Militärische Fähigkeiten reichen daher von den persönlichen Kenntnissen und Kompetenzen einzelner Soldatinnen und Soldaten bis zur Kampffähigkeit und Einsatzbereitschaft ganzer militärischer Einheiten und Verbände. Waffensysteme und Rüstungsgüter zählen dazu, aber beispielsweise auch streitkräfteübergreifende Kommandostrukturen oder streitkräfteübergreifende, einheitliche Prozesse, die eine reibungslose multinationale Zusammenarbeit ermöglichen. 
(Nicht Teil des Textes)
"""Field builders: physical bounds with messages that name the allowed range and unit."""

from __future__ import annotations

import math
import typing
from typing import Annotated, Any

from pydantic import AfterValidator, BaseModel, Field, create_model
from pydantic.config import JsonDict
from pydantic.fields import FieldInfo


def _fmt(value: float) -> str:
    if isinstance(value, int) and value.bit_length() > 53:  # beyond a float: do not convert (it may overflow)
        return f"a number of about {int(value.bit_length() * 0.30103) + 1} digits"
    return f"{value:g}"


# C0 control characters other than tab, newline and carriage return: never meaningful in our text, and
# PostgreSQL refuses NUL in text columns (a 500 before this check).
_CONTROL = {chr(c) for c in range(32)} - {"\t", "\n", "\r"}


def ranged(tp: type, lo: float, hi: float, unit: str, *, description: str = "", title: str | None = None) -> Any:
    """``tp`` constrained to ``lo..hi`` [unit]; NaN/inf rejected; the error names the range."""

    def check(value: Any) -> Any:
        if value is None:
            return value
        if isinstance(value, float) and not math.isfinite(value):
            raise ValueError("must be a finite number")
        if not lo <= value <= hi:
            raise ValueError(f"must be between {_fmt(lo)} and {_fmt(hi)} {unit} (got {_fmt(value)})".strip())
        return value

    extra: JsonDict = {"minimum": lo, "maximum": hi, "x-unit": unit}
    return Annotated[
        tp,
        AfterValidator(check),
        Field(description=f"{description} [{unit}]".strip(), title=title, json_schema_extra=extra),
    ]


def text(max_length: int, *, description: str = "", min_length: int = 0) -> Any:
    def strip(value: str | None) -> str | None:
        if value is None:  # only reachable through the partial (update) schemas, where None = unchanged
            return value
        value = value.strip()
        if not _CONTROL.isdisjoint(value):
            raise ValueError("must not contain control characters (such as NUL)")
        if len(value) < min_length:
            raise ValueError("must not be empty" if min_length == 1 else f"needs at least {min_length} characters")
        return value

    return Annotated[str, Field(max_length=max_length, description=description), AfterValidator(strip)]


def field_meta(info: FieldInfo) -> tuple[dict[str, Any], str]:
    """The ``ranged`` bounds/unit dict and description of a field, also when it is ``ranged(...) | None``."""
    if isinstance(info.json_schema_extra, dict):
        return dict(info.json_schema_extra), info.description or ""
    for arg in typing.get_args(info.annotation):
        for meta in getattr(arg, "__metadata__", ()):
            if isinstance(meta, FieldInfo) and isinstance(meta.json_schema_extra, dict):
                return dict(meta.json_schema_extra), meta.description or ""
    return {}, info.description or ""


def unit_of(model: type[BaseModel], name: str) -> str:
    """The unit declared for a field (empty when it has none)."""
    return str(field_meta(model.model_fields[name])[0].get("x-unit", ""))


def partial_model(model: type[BaseModel], name: str) -> type[BaseModel]:
    """A copy of ``model`` whose fields are all optional (``None`` = leave unchanged)."""
    fields: dict[str, Any] = {}
    for field_name, info in model.model_fields.items():
        annotation: Any = info.annotation
        optional: Any = annotation | None
        if info.metadata:
            optional = Annotated[optional, *info.metadata]
        fields[field_name] = (
            optional,
            Field(default=None, description=info.description, json_schema_extra=info.json_schema_extra),
        )
    return create_model(name, __config__=model.model_config, **fields)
Der gemeinsamen Planung und Entwicklung militärischer Fähigkeiten auf europäischer Ebene dient die 2018 von den EU-Mitgliedsstaaten ins Leben gerufene Ständige Strukturierte Zusammenarbeit (Permanent Structured Cooperation, PESCO), beispielsweise in der Entwicklung und Beschaffung von Rüstungsgütern. Zwischen den europäischen NATO-Mitgliedern wurde zudem bereits 2013 das Rahmennationenkonzept initiiert. Auch hier steht die gemeinsame Fähigkeitsentwicklung und bessere Kooperation im Fokus, um die Verteidigungsfähigkeit zu erhöhen sowie die reibungslose Zusammenarbeit der unterschiedlichen nationalen Streitkräfte zu fördern.